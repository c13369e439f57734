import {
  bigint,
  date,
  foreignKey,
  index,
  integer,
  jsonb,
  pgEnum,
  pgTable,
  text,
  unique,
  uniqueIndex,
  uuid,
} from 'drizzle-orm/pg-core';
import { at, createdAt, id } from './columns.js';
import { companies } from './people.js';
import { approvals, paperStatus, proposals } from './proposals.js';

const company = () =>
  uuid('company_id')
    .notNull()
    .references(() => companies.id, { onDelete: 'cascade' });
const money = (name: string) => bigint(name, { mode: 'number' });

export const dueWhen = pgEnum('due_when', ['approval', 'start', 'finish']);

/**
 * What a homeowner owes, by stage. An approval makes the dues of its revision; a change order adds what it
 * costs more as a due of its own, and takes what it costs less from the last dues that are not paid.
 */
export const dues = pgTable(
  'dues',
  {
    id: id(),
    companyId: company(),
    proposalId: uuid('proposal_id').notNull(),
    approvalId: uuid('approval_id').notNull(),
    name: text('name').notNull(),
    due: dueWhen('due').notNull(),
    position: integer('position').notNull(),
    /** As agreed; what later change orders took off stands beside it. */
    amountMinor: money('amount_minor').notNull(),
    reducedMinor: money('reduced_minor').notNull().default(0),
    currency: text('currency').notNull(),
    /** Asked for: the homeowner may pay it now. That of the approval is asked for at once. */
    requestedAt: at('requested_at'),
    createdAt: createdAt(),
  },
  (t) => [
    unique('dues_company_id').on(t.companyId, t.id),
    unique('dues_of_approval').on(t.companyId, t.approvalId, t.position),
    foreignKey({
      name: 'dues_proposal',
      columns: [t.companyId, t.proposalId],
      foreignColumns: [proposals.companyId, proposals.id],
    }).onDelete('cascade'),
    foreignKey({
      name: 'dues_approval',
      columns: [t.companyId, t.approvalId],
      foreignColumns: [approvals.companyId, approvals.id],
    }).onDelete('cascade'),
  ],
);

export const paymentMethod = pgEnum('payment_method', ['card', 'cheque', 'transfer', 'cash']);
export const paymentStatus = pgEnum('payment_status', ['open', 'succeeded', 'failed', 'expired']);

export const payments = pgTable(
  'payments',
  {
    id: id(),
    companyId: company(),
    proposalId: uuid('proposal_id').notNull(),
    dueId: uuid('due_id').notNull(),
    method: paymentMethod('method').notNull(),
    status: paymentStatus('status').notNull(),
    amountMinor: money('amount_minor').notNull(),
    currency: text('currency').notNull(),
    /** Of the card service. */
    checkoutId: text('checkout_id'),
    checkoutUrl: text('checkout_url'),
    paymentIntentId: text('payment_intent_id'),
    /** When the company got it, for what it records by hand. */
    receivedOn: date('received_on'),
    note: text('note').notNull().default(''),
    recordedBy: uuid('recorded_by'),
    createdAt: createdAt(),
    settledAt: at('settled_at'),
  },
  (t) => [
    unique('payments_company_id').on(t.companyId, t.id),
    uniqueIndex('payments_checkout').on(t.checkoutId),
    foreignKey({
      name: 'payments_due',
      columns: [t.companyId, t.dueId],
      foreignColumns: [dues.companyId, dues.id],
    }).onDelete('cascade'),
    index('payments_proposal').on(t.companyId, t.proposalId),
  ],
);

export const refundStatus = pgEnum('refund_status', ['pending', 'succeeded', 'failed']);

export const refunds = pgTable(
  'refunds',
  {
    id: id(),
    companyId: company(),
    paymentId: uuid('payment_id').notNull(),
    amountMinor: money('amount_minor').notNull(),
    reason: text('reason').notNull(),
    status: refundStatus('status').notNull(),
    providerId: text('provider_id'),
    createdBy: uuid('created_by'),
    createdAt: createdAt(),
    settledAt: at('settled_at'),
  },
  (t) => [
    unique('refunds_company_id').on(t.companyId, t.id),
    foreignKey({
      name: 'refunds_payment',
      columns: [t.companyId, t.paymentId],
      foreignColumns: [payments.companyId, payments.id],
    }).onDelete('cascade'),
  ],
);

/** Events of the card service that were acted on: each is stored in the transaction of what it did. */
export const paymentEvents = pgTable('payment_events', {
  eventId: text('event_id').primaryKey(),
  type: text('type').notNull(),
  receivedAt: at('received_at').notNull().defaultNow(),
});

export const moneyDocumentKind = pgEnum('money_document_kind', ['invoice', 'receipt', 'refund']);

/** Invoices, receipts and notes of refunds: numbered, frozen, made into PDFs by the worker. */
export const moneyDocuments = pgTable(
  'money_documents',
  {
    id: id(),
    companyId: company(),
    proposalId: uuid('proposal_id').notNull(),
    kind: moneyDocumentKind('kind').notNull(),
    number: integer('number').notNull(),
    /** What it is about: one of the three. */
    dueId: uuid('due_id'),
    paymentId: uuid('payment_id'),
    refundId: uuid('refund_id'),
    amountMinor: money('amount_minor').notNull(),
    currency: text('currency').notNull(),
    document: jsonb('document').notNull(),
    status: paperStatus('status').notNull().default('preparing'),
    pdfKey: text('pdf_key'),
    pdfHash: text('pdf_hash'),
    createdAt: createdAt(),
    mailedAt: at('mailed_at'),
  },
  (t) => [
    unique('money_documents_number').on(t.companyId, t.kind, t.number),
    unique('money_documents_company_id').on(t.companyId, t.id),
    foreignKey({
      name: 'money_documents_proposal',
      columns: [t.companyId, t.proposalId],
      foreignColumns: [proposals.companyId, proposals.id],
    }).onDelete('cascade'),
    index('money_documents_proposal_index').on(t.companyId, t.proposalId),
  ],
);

Action item
Show each line from the material above where the string "paymentId" can be found.

Solution for this exercise
    paymentId: uuid('payment_id').notNull(),
      columns: [t.companyId, t.paymentId],
    paymentId: uuid('payment_id'),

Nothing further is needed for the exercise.